Solving for Time: Dropping a Brick from a Building

[saiyajin822]

more kinetics :(

sigh here's another one i thought i knew how to do but i ended up with the wrong answer.

A brick is dropped from the roof of a building. Twenty meters below the point of release is the top of a window. How long will it take the brick to pass in front of the window which is 21.5 m tall?

d=21.5 m
a=9.8m/s
vi=0
t=?
i used d=vit+1/2a(t)^2 formula so..

21.5=0+1/2(9.8)(t)^2

did i do that right...

 

[Dark_Adonis]

sigh here's another one i thought i knew how to do but i ended up with the wrong answer.

A brick is dropped from the roof of a building. Twenty meters below the point of release is the top of a window. How long will it take the brick to pass in front of the window which is 21.5 m tall?

d=21.5 m
a=9.8m/s
vi=0
t=?
i used d=vit+1/2a(t)^2 formula so..

21.5=0+1/2(9.8)(t)^2

did i do that right...

I'm afraid you may not have.
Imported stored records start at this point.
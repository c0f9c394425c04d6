"""Every script in sql_examples/ runs, in order, on a real DuckDB file of the invented courier scenario.

The estimates the scripts store are compared with dbfit's Python API on the same rows (itself checked against
statsmodels in test_reference_fits.py); the other checks are on what each script must leave behind.
"""

from __future__ import annotations

from pathlib import Path

import numpy as np

import dbfit
from dbfit.interfaces.cli import main
from dbfit.interfaces.demo import FORMULA, REFERENCE, build_deliveries
from dbfit.interfaces.sql_script import run_script

EXAMPLES = sorted((Path(__file__).resolve().parents[1] / "sql_examples").glob("*.sql"))


def test_examples_run_in_order_and_leave_what_they_promise(tmp_path, capsys):
    assert [p.name for p in EXAMPLES] == [
        "01_fit.sql",
        "02_inspect.sql",
        "03_score.sql",
        "04_publish.sql",
        "05_refit.sql",
        "06_drift.sql",
        "07_drop.sql",
        "08_by_depot.sql",
    ]
    path = str(tmp_path / "courier.duckdb")
    with dbfit.connect(path) as con:
        build_deliveries(con, 20_000)
        python = dbfit.fit(con, FORMULA, "deliveries", reference=REFERENCE, progress=False)

    assert main(["sql", str(EXAMPLES[0]), "--database", path]) == 0
    assert "late_deliveries" in capsys.readouterr().out
    con = dbfit.connect(path)
    fitted = dbfit.load(con, "late_deliveries", version=1)
    np.testing.assert_allclose(fitted.estimates, python.estimates, rtol=1e-12)
    outcomes = {p.name: run_script(con, p.read_text()) for p in EXAMPLES[1:]}

    versions, coefficients, factors = outcomes["02_inspect.sql"]
    assert len(versions.rows) == 1 and len(coefficients.rows) == len(python.labels) and len(factors.rows) == 6
    groups, top = outcomes["03_score.sql"]
    assert len(groups.rows) == 15 and all(0 < row[3] < 1 for row in groups.rows)
    assert len(top.rows) == 5 and all(low < p < high for _, _, _, p, low, high in top.rows)
    pinned, live, risky = outcomes["04_publish.sql"]
    assert pinned.rows[0][1:] == ("late_deliveries", 1, "pinned") and live.rows[0][3] == "live"
    assert all(row[3] > 0.6 for row in risky.rows)
    refit, differing = outcomes["05_refit.sql"]
    assert {row[1] for row in refit.rows} == {2} and differing.rows[0][0] > 0
    (drift,) = outcomes["06_drift.sql"]
    readings = {row[0]: row[4] for row in drift.rows}
    assert drift.rows[0][0] == "dispatch_hour" and readings["dispatch_hour"] == "large shift"
    assert readings["distance_km"] == "stable" and readings["depot"] == "stable"
    first, rest, left, *_ = outcomes["07_drop.sql"]
    assert (
        first.rows == [("late_deliveries", 1)]
        and rest.rows == [("late_deliveries", 2)]
        and left.rows == [(0,)]
    )
    views = con.execute("SELECT view_name FROM duckdb_views() WHERE NOT internal").fetchall()
    assert views == [("late_by_depot_risk",)]  # 07 dropped its views; 08 made this one
    segments, listing, scored, published, per_depot = outcomes["08_by_depot.sql"]
    by_depot = dbfit.fit(
        con, "late ~ distance_km + parcel_kg + rain", "deliveries", by="depot", progress=False
    )
    assert [row[0] for row in listing.rows] == [f"late_by_depot.{d}" for d in sorted(by_depot.models)]
    for depot, model in by_depot.models.items():
        estimates = [row[4] for row in segments.rows if row[2] == depot]
        np.testing.assert_allclose(estimates, model.estimates, rtol=1e-12)
    north_rows = con.execute("SELECT count(*) FROM deliveries WHERE depot = 'North'").fetchall()[0][0]
    assert scored.rows == [(north_rows,)]
    assert published.rows == [('"late_by_depot_risk"', len(by_depot.models), "pinned")]
    counts = dict(
        con.execute(
            "SELECT depot, count(*) FROM deliveries WHERE distance_km IS NOT NULL AND "
            "parcel_kg IS NOT NULL AND rain IS NOT NULL GROUP BY depot"
        ).fetchall()
    )
    assert [(depot, n) for depot, n, _ in per_depot.rows] == sorted(counts.items())
    con.close()


def test_demo_stores_and_publishes_its_model(tmp_path, capsys):
    # The demo's own view, read back with plain duckdb; its probabilities stay within (0, 1).
    import duckdb

    from dbfit.interfaces.demo import run_demo

    path = tmp_path / "demo.duckdb"
    model = run_demo(str(path), rows=3000, quiet=True)
    assert "demo_late_risk" in capsys.readouterr().out
    with duckdb.connect(str(path), read_only=True) as plain:
        count, low, high = plain.execute(
            "SELECT count(probability), min(probability), max(probability) FROM demo_late_risk"
        ).fetchall()[0]
    assert count == model.stats["n_used"] and 0 < low < high < 1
I suggest that instead you might take the v_i as the velocity of the brick at the point where the brick passes the top of the window. (d=20m) Then your equation would work, but I'm just an idiot...
I thought about this for a second and realized a simpler method would be to simply take the difference in times of d=20m and d=41.5m. (Use your original formula set up and solve for time when d=20m then solve when d=41.5, then find the difference)

 

[recon]

I don't like using formulae, and since I've not been taught more complicated kinematics at school yet, I'll do it the non-formulae way.
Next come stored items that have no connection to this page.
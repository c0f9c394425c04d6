"""Wide designs: the statistics pass streamed through numpy on DuckDB gives the SQL sums' numbers.

Reference library: statsmodels GLM Binomial, on generated data and on statsmodels' bundled star98 data
(California STAR test, successes NABOVE out of NABOVE + NBELOW).
"""

from __future__ import annotations

import duckdb
import numpy as np
import pandas as pd
import pytest
import statsmodels.api as sm
from conftest import assert_close, load_frame

import dbfit
from dbfit.design.layout import build_design
from dbfit.engines.duckdb_engine import DuckDBEngine
from dbfit.errors import AbortedTransactionError, FitError, FormulaError
from dbfit.expressions.formula import parse_formula
from dbfit.expressions.source import source_relation
from dbfit.fitting import driver
from dbfit.fitting.statistics import MAX_DENSE_COLUMNS, StatisticsPass
from dbfit.fitting.streamed import StreamedStatisticsPass

SAME = 1e-12  # the streamed sums against the SQL sums, relative to the largest entry


def wide_frame(rows: int, columns: int, seed: int) -> pd.DataFrame:
    """Generated rows: ``columns`` numeric predictors on different scales, weights, an offset, trials
    and successes drawn from the logistic model, and ``sep``, which separates the outcome perfectly."""
    rng = np.random.default_rng(seed)
    x = rng.normal(size=(rows, columns)) * np.linspace(0.5, 20.0, columns) + np.linspace(-3.0, 40.0, columns)
    frame = pd.DataFrame(x, columns=[f"x{j}" for j in range(columns)])
    standard = (x - x.mean(axis=0)) / x.std(axis=0)
    eta = -0.4 + standard @ (rng.normal(size=columns) * 0.15)
    frame["off"] = rng.normal(size=rows) * 0.2
    frame["w"] = rng.integers(1, 4, size=rows).astype(float)
    frame["trials"] = rng.integers(1, 6, size=rows)
    frame["wins"] = rng.binomial(frame["trials"], 1.0 / (1.0 + np.exp(-(eta + frame["off"]))))
    frame["yes"] = (frame["wins"] > 0).astype(int)
    frame["sep"] = np.where(frame["yes"] == 1, 1.0, -1.0) + rng.uniform(-0.5, 0.5, size=rows)
    return frame


def passes(con, formula: str, **options: str) -> tuple[StatisticsPass, StreamedStatisticsPass, int]:
    engine = DuckDBEngine(con)
    design = build_design(engine, parse_formula(formula), source_relation("wide"), **options)
    return StatisticsPass(engine, design), StreamedStatisticsPass(engine, design), len(design.labels)


def assert_same_pass(sql, streamed) -> None:
    gram_sql, gram_streamed = sql.gram.as_array(), streamed.gram.as_array()
    np.testing.assert_allclose(gram_streamed, gram_sql, rtol=SAME, atol=SAME * np.abs(gram_sql).max())
    np.testing.assert_allclose(
        streamed.score,
        sql.score,
        rtol=SAME,
        atol=SAME * np.abs(gram_sql).max() * (1.0 + np.abs(sql.score).max()),
    )
    assert streamed.loglik == pytest.approx(sql.loglik, rel=SAME)
    assert (streamed.extreme, streamed.misfit_extreme) == (sql.extreme, sql.misfit_extreme)


@pytest.mark.parametrize("separating", [0.0, 40.0, -40.0])
def test_streamed_pass_equals_sql_sums_with_weights_offset_trials(con, separating):
    # 64 columns, prior weights, an offset and trials; with a large coefficient on the separating column the
    # rows sit beyond |eta| = 17, some at the wrong extreme (y < n at the top, y > 0 at the bottom).
    load_frame(con, "wide", wide_frame(3000, 63, seed=5))
    formula = "wins ~ " + " + ".join(f"x{j}" for j in range(63)) + " + sep"
    sql, streamed, size = passes(con, formula, weights="w", offset="off", trials="trials")
    assert size == 65
    beta = np.random.default_rng(7).normal(size=size) * 0.05
    beta[-1] = separating
    parameters = list(range(size))
    reference, result = sql(parameters, beta), streamed(parameters, beta)
    assert_same_pass(reference, result)
    if separating:
        assert result.extreme > 1000 and result.misfit_extreme > 100
    # Some parameters only, without the intercept: the same selection of columns.
    subset = [3, 10, 11, 40, 64]
    assert_same_pass(sql(subset, beta[subset]), streamed(subset, beta[subset]))


def test_streamed_score_only_pass_is_the_sql_one(con):
    load_frame(con, "wide", wide_frame(500, 30, seed=2))
    sql, streamed, size = passes(con, "yes ~ " + " + ".join(f"x{j}" for j in range(30)))
    beta = np.full(size, 0.01)
    reference, result = sql.score_only(list(range(size)), beta), streamed.score_only(list(range(size)), beta)
    assert result.gram.shape == (0, 0)
    np.testing.assert_array_equal(result.score, reference.score)


def test_wide_fit_streams_and_matches_statsmodels_glm(con, monkeypatch):
    # Reference: statsmodels GLM Binomial with (successes, failures), frequency weights and an offset.
    frame = wide_frame(4000, 60, seed=11)
    load_frame(con, "wide", frame)
    predictors = [f"x{j}" for j in range(60)]
    options = {"weights": "w", "offset": "off", "trials": "trials", "progress": False}
    model = dbfit.fit(con, "wins ~ " + " + ".join(predictors), "wide", **options)
    assert model.stats["statistics_path"] == "streamed"
    monkeypatch.setattr(driver, "STREAMED_MIN_COLUMNS", 10_000)
    dense = dbfit.fit(con, "wins ~ " + " + ".join(predictors), "wide", **options)
    assert dense.stats["statistics_path"] == "dense"
    assert_close(model.estimates, dense.estimates, 1e-10, "streamed against dense estimates")
    assert_close(model.stats["log_likelihood"], dense.stats["log_likelihood"], 1e-12, "log-likelihood")

    outcome = np.column_stack([frame["wins"], frame["trials"] - frame["wins"]])
    reference = sm.GLM(
        outcome,
        sm.add_constant(frame[predictors]),
        family=sm.families.Binomial(),
        offset=frame["off"],
        freq_weights=frame["w"],
    ).fit(tol=1e-13)
    assert_close(model.estimates, reference.params.values, 1e-7, "estimates")
    assert_close(model.coefficients["std_error"].to_numpy(), reference.bse.values, 1e-6, "standard errors")


def test_star98_streamed_matches_statsmodels_glm(con, monkeypatch):
    # Source: statsmodels.datasets.star98, 20 predictors, grouped binomial; reference: sm.GLM Binomial.
    data = sm.datasets.star98.load_pandas()
    load_frame(con, "star98", pd.concat([data.endog, data.exog], axis=1))
    monkeypatch.setattr(driver, "STREAMED_MIN_COLUMNS", 1)
    model = dbfit.fit(
        con, "NABOVE ~ " + " + ".join(data.exog.columns), "star98", trials="NABOVE + NBELOW", progress=False
    )
    reference = sm.GLM(data.endog, sm.add_constant(data.exog), family=sm.families.Binomial()).fit(tol=1e-13)
    assert model.stats["statistics_path"] == "streamed"
    assert_close(model.estimates, reference.params.values, 1e-6, "estimates")
    assert_close(model.coefficients["std_error"].to_numpy(), reference.bse.values, 1e-6, "standard errors")
    assert_close(model.stats["deviance"], reference.deviance, 1e-6, "deviance")


def test_narrow_fit_keeps_the_sql_sums(con):
    load_frame(con, "wide", wide_frame(300, 3, seed=1))
    model = dbfit.fit(con, "yes ~ x0 + x1 + x2", "wide", progress=False)
    assert model.stats["statistics_path"] == "dense"


def test_separating_column_is_reported_on_the_streamed_path(con, monkeypatch):
    load_frame(con, "wide", wide_frame(800, 24, seed=3))
    formula = "yes ~ " + " + ".join(f"x{j}" for j in range(24)) + " + sep"
    streamed = dbfit.fit(con, formula, "wide", progress=False)
    monkeypatch.setattr(driver, "STREAMED_MIN_COLUMNS", 10_000)
    dense = dbfit.fit(con, formula, "wide", progress=False)
    assert streamed.stats["statistics_path"] == "streamed" and streamed.stats["separation"]
    assert [w.split(":")[0] for w in streamed.warnings] == [w.split(":")[0] for w in dense.warnings]
    assert streamed.stats["iterations"] == dense.stats["iterations"]


def test_sample_start_and_firth_run_on_the_streamed_pass(con, monkeypatch):
    frame = wide_frame(3000, 22, seed=8)
    load_frame(con, "wide", frame)
    formula = "yes ~ " + " + ".join(f"x{j}" for j in range(22))
    monkeypatch.setattr(driver, "SAMPLE_START_ROWS", 1000)  # the sample (all 3,000 rows) starts the fit
    monkeypatch.setattr(driver, "SAMPLE_ROWS", 2000)
    sampled = dbfit.fit(con, formula, "wide", progress=False)
    firth = dbfit.fit(con, formula, "wide", firth=True, progress=False)
    monkeypatch.setattr(driver, "STREAMED_MIN_COLUMNS", 10_000)
    dense = dbfit.fit(con, formula, "wide", progress=False)
    dense_firth = dbfit.fit(con, formula, "wide", firth=True, progress=False)
    assert sampled.stats["statistics_path"] == firth.stats["statistics_path"] == "streamed"
    assert_close(sampled.estimates, dense.estimates, 1e-9, "sample-started estimates")
    assert_close(firth.estimates, dense_firth.estimates, 1e-9, "Firth estimates")


def test_more_columns_than_the_sql_limit_fit_streamed(con):
    # Past the SQL statistics query's limit, within the streamed one. Reference: statsmodels GLM.
    columns = MAX_DENSE_COLUMNS + 5
    frame = wide_frame(2000, columns, seed=4)
    load_frame(con, "wide", frame)
    predictors = [f"x{j}" for j in range(columns)]
    model = dbfit.fit(con, "yes ~ " + " + ".join(predictors), "wide", progress=False)
    assert model.stats["statistics_path"] == "streamed" and model.stats["converged"]
    reference = sm.GLM(frame["yes"], sm.add_constant(frame[predictors]), family=sm.families.Binomial()).fit(
        tol=1e-13
    )
    assert_close(model.estimates, reference.params.values, 1e-6, "estimates")
    with pytest.raises(FitError, match=f"at most {MAX_DENSE_COLUMNS}"):
        dbfit.fit(con, "yes ~ " + " + ".join(predictors), "wide", firth=True, progress=False)


def test_streamed_fit_inside_the_callers_transaction_leaves_it_open(con):
    load_frame(con, "wide", wide_frame(400, 25, seed=6))
    con.execute("BEGIN")
    con.execute("CREATE TABLE mine AS SELECT 1 AS k")
    model = dbfit.fit(con, "yes ~ " + " + ".join(f"x{j}" for j in range(25)), "wide", progress=False)
    assert model.stats["statistics_path"] == "streamed"
    assert con.execute("SELECT k FROM mine").fetchall() == [(1,)]
    con.execute("ROLLBACK")
    assert con.execute("SELECT count(*) FROM duckdb_tables() WHERE table_name = 'mine'").fetchall() == [(0,)]


FAILING_LATE = "SELECT CAST(CASE WHEN i = 5000 THEN 'x' ELSE '1' END AS INTEGER) AS v FROM range(9000) r(i)"


def test_a_value_failing_while_streamed_is_dbfits_error():
    # Arrow's reader reports the failure as an OSError carrying DuckDB's text; dbfit names it.
    connection = duckdb.connect()
    with pytest.raises(FormulaError, match="cannot be converted"):
        DuckDBEngine(connection).stream(FAILING_LATE, 1000, lambda batch: None)
    assert connection.execute("SELECT 1").fetchall() == [(1,)]
    connection.execute("BEGIN")
    with pytest.raises(AbortedTransactionError, match="ROLLBACK"):
        DuckDBEngine(connection).stream(FAILING_LATE, 1000, lambda batch: None)
    connection.execute("ROLLBACK")


def test_wider_than_the_streamed_limit_is_refused_before_any_pass(con, monkeypatch):
    load_frame(con, "wide", wide_frame(200, 12, seed=9))
    monkeypatch.setattr(driver, "MAX_DENSE_COLUMNS", 5)
    monkeypatch.setattr(driver, "MAX_STREAMED_COLUMNS", 10)
    monkeypatch.setattr(driver, "STREAMED_MIN_COLUMNS", 1)
    scans: list[int] = []
    monkeypatch.setattr(DuckDBEngine, "stream", lambda *args, **kwargs: scans.append(1))
    with pytest.raises(FitError, match="has 12 columns besides the intercept.*at most 10"):
        dbfit.fit(con, "yes ~ " + " + ".join(f"x{j}" for j in range(12)), "wide", progress=False)
    assert not scans


def test_streamed_pass_equals_sql_sums_with_categorical_indicators(con):
    # Indicator columns and a numeric-by-categorical interaction come from the same column expressions.
    frame = wide_frame(1500, 12, seed=12)
    frame["depot"] = np.array(["north", "south", "east", "west", "hub"])[np.arange(1500) % 5]
    load_frame(con, "wide", frame)
    formula = "yes ~ " + " + ".join(f"x{j}" for j in range(12)) + " + depot + x0:depot"
    sql, streamed, size = passes(con, formula, weights="w")
    assert size == 1 + 12 + 4 + 4
    beta = np.random.default_rng(3).normal(size=size) * 0.1
    assert_same_pass(sql(list(range(size)), beta), streamed(list(range(size)), beta))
The brick has initial velocity of 0 m/s. When dropped, it accelerates towards the ground at 9.8 m/s^2. We want to find its velocity at the point where it reaches the top of the window. Visualise a velocity-time graph in your head. From the point of origin, you can draw a line that has gradient 9.8. We want to calculate just how far we can draw the line before the area underneath the line is 20m. Let's call the time needed to travel this distance t₁. Then the velocity at this point will be 9.8t₁. The area underneath the line is 1/2 x 9.8t₁ x t₁ = (9.8t₁ ^2)/2.

So,
9.8t₁ ^2 = 40
t₁ = 2.020305089

Use the same method to determine the time taken for the brick to pass through both the 20 m before reaching the window and the height of the window itself (21.5m) which has a total distance of 41.5m. Call this time t₂. Minus t₁ from t₂, and you'll have your answer.

 

[JasonRox]

I hate graphs. They are very annoying.

I'll plot them, but I just hate those who ask plot the following when x equals:

.9
.99
.999
.9999
1.1
1.01
1.001


It never ends!

 

[saiyajin822]

WOW i mistyped the question, I am really sorry about that. the window is actually 1.5 m high. This is what the real problem should say:

A brick is dropped from the roof of a building. Twenty meters below the point of release is the top of a window. How long will it take the brick to pass in front of the window which is 1.5 m tall?

again,sorry

by the way, i did it the way u said but i don't understand why we would take the difference of using 20m and 21.5m.

 

[recon]

I hate graphs. They are very annoying.

I'll plot them, but I just hate those who ask plot the following when x equals:

.9
.99
.999
.9999
1.1
1.01
1.001


It never ends!

I did not say 'plot a graph'. I said visualise the graph in your head, and you'll be able to solve the problem.

 

[recon]

WOW i mistyped the question, I am really sorry about that. the window is actually 1.5 m high. This is what the real problem should say:

A brick is dropped from the roof of a building. Twenty meters below the point of release is the top of a window. How long will it take the brick to pass in front of the window which is 1.5 m tall?

again,sorry

by the way, i did it the way u said but i don't understand why we would take the difference of using 20m and 21.5m.

Even though the value has now changed, the method used in solving the question remains the same. Hence, if you understood my method for solving the initial problem, you should be able to tweak it to work for this problem as well.

In your original question, t₁ is the time taken to fall from the roof to the top of the window. t₂ is the time taken to fall from the roof to the bottom of the window. Hence to find the time taken to fall from the top of the window to the bottom of the window, you need to find the difference between t₁ and t₂.